RemeGen CEO Jianming Fang told the session that he had had a packed pre-IPO meeting schedule in which he met roughly 200 investors in total, and the CEO of JW James Li and I-Mab's CEO Joan Shen said they also met over 100 investors as part of their processes.

For aspiring biotech firms wanting to raise funds, the first option is when and where. Although the CEOs said the timing considerations were different for their firms – two antibody developers and one focusing on CAR-T cell therapies - they did agree that their timings were based on commercial considerations. In their words, the IPOs were seen as essential as they are moved closer to product approvals and launches.

Duel And Triple Listing The Norm?

As to the best location for listing, while RemeGen and JW chose Hong Kong, which is closer to their home market of China, and I-Mab decided on Nasdaq, all three CEOs said they are considering dual or even triple listings, potentially in the US or Shanghai. Listing in the US has its own set of challenges, given the recent threat of delisting for Chinese companies trading in the US, but I-Mab CEO Shen said, although it had worried her, Nasdaq remains one of the top destinations for Chinese biotechs.

The Shanghai STAR bourse has also come of age for Chinese bioventures and is becoming increasingly important for companies which rely for most of their product sales on China, noted the CEOs, who agreed considering Shanghai as a listing choice. STAR, which was launched to attract pre-revenue companies such as biotech firms, has seen companies waiting to get a listing.

Among those queueing up are oncology specialist Shenzhen Chipscreen Biosciences Co., Ltd. and vaccine developer CanSino Biologics Inc., which is already listed in Hong Kong. Meanwhile, BeiGene, Ltd. is reportedly filing for a listing and could potentially become the first Chinese pharma firm to have a triple listing in New York, Hong Kong and Shanghai.

More broadly, Shanghai is poised to become one of the major destinations for Chinese biotech companies to raise public funds.

Process = Product

Along with the rise of cutting-edge approaches such as gene and cell therapies, the role of manufacturing is becoming more important than ever for Chinese biotechs, JW CEO Li noted in the panel discussion.

China is steadily overtaking the US as the largest single market for approaches such as CAR-T therapies and JW is poised to become the first company to receive regulatory approval in China for its CAR-T relmacabtagene autoleucel, which was accepted for review by the National Medical Products Administration last June.

Compared to the increasingly crowded immuno-oncology market in China, the cell therapy sector is less so, because of the required emphasis on production processes, the so-called “process is the product” factor, Li noted.

Taking Innovation Global

For its part, I-Mab has been doing deals with global players such as AbbVie Inc., which will co-develop its TJC4 with BCL-2 inhibitor venetoclax for various cancer types. The US drug maker will manufacture and supply around the world upon successful development.

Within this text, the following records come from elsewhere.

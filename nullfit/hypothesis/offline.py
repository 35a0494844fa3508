"""Run astropy offline: bundled Earth-orientation data only, never a download, never a hang.

By default astropy refreshes its IERS Earth-orientation table and its leap-second table from the
internet when the bundled copies look old, and *raises* when it cannot
(``interpolating from IERS_Auto using predictive values that are more than 30 days old``).
A laboratory PC without internet then either waits for a network timeout or fails.  nullfit
therefore wraps every astropy time/frame computation in :func:`offline_astropy`, which
temporarily sets

* ``astropy.utils.iers.conf.auto_download = False`` — use the bundled IERS-A/B tables
  (package ``astropy-iers-data``) and the bundled leap-second file, no download attempt;
* ``astropy.utils.iers.conf.auto_max_age = None`` — do not refuse predictive values because
  the bundled table is old;
* ``astropy.utils.iers.conf.iers_degraded_accuracy = "warn"`` — times outside the table are
  converted with the edge values (a warning, not an error);
* ``astropy.utils.data.conf.allow_internet = False`` — a second lock on every download path.

The settings are restored on exit, so nullfit does not change the user's own astropy
configuration.  Inside the block astropy's scattered warnings about table range and
"dubious year" are collected into one :class:`EarthOrientationWarning` that says what it means
for nullfit: beyond the table UT1 − UTC is held at its edge value, which turns a sky direction
by 15″ per second of UT1 error — negligible for a 2θ phase, but stated.
"""

from __future__ import annotations

import contextlib
import warnings

__all__ = ["EarthOrientationWarning", "offline_astropy", "check_eop_range"]


class EarthOrientationWarning(UserWarning):
    """Times fall outside the bundled Earth-orientation (IERS) or leap-second tables."""


_EPHEMERIS_MESSAGE = (
    "dates outside 1900-2100: the builtin Earth ephemeris (ERFA epv00) is designed for that "
    "range; the orbital velocity elsewhere is less accurate"
)


def _range_message() -> str:
    first, last = _table_span()
    return (
        f"times outside the bundled IERS Earth-orientation/leap-second tables ({first} to {last} "
        "covered): UT1 − UTC is held at the table's edge value; a sky direction then turns by "
        "15 arcsec per second of UT1 error (|UT1 − UTC| < 0.9 s while leap seconds are kept), "
        "negligible for a 2θ phase"
    )


@contextlib.contextmanager
def offline_astropy():
    """Context manager: astropy with bundled data only (see module docstring).

    Yields nothing.  Warnings astropy/erfa raise about table or ephemeris range are replaced
    by :class:`EarthOrientationWarning` (each distinct message once, also when nested); every
    other warning passes through unchanged.
    """
    from astropy.utils import iers
    from astropy.utils.data import conf as data_conf

    try:  # erfa is astropy's dependency; its warning class marks "dubious year"
        from erfa import ErfaWarning
    except ImportError:  # pragma: no cover
        ErfaWarning = None  # type: ignore[assignment]

    with contextlib.ExitStack() as stack:
        stack.enter_context(iers.conf.set_temp("auto_download", False))
        stack.enter_context(iers.conf.set_temp("auto_max_age", None))
        stack.enter_context(iers.conf.set_temp("iers_degraded_accuracy", "warn"))
        stack.enter_context(data_conf.set_temp("allow_internet", False))
        caught = stack.enter_context(warnings.catch_warnings(record=True))
        warnings.simplefilter("always")
        try:
            yield
        finally:
            # ExitStack unwinds after this block; re-emit outside the recording filter.
            pending = list(caught)
    messages: list[str] = []
    for w in pending:
        text = str(w.message)
        is_erfa = ErfaWarning is not None and issubclass(w.category, ErfaWarning)
        if issubclass(w.category, EarthOrientationWarning):
            msg = text
        elif issubclass(w.category, (iers.IERSDegradedAccuracyWarning, iers.IERSWarning)) or (
            is_erfa and "dubious year" in text
        ):
            msg = _range_message()
        elif is_erfa and "1900-2100" in text:
            msg = _EPHEMERIS_MESSAGE
        else:
            warnings.warn_explicit(w.message, w.category, w.filename, w.lineno)
            continue
        if msg not in messages:
            messages.append(msg)
    for msg in messages:
        warnings.warn(msg, EarthOrientationWarning, stacklevel=3)


def _table_mjd_span() -> tuple[float, float]:
    """First and last MJD of the Earth-orientation table in use (bundled data only)."""
    from astropy.utils import iers

    with iers.conf.set_temp("auto_download", False), iers.conf.set_temp("auto_max_age", None):
        mjd = iers.earth_orientation_table.get()["MJD"]
        return float(getattr(mjd[0], "value", mjd[0])), float(getattr(mjd[-1], "value", mjd[-1]))


def _table_span() -> tuple[str, str]:
    """First and last dates (ISO) of the Earth-orientation table in use."""
    from astropy.time import Time

    lo, hi = _table_mjd_span()
    return Time(lo, format="mjd").iso[:10], Time(hi, format="mjd").iso[:10]


def check_eop_range(time) -> bool:
    """Warn (:class:`EarthOrientationWarning`) if ``time`` lies outside the IERS table in use.

    With downloads off astropy's auto-updating table clips to its edge values silently, so
    nullfit checks the range itself.  Call it inside :func:`offline_astropy`.  Returns True
    when every time is covered.
    """
    import numpy as np

    lo, hi = _table_mjd_span()
    t_mjd = np.atleast_1d(time.utc.mjd)
    inside = bool(t_mjd.min() >= lo and t_mjd.max() <= hi)
    if not inside:
        warnings.warn(_range_message(), EarthOrientationWarning, stacklevel=3)
    return inside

Partnerships with larger players to take made in China antibodies global has become a significant new trend. Another Shanghai-based company, CStone Pharmaceuticals Co. Ltd., tied up with EQRx, Inc. to commercialize its anti-PD-1 antibody in the US market, and BeiGene signed on with Novartis AG to market its PD-1 cancer drug tislelizumab in the US and Europe.

Looking forward to the rest of 2021, the CEOs predicted that the record IPOs for Chinese biotechs in 2020 might suggest an overheating of the market and may temper somewhat. But capital flow to the Chinese biotech sector is seen remaining red hot given the encouraging industry policies in China and new venues for listing, and many venture capital firms are also now turning to investing in domestic companies due to restrictions on US biotech investment.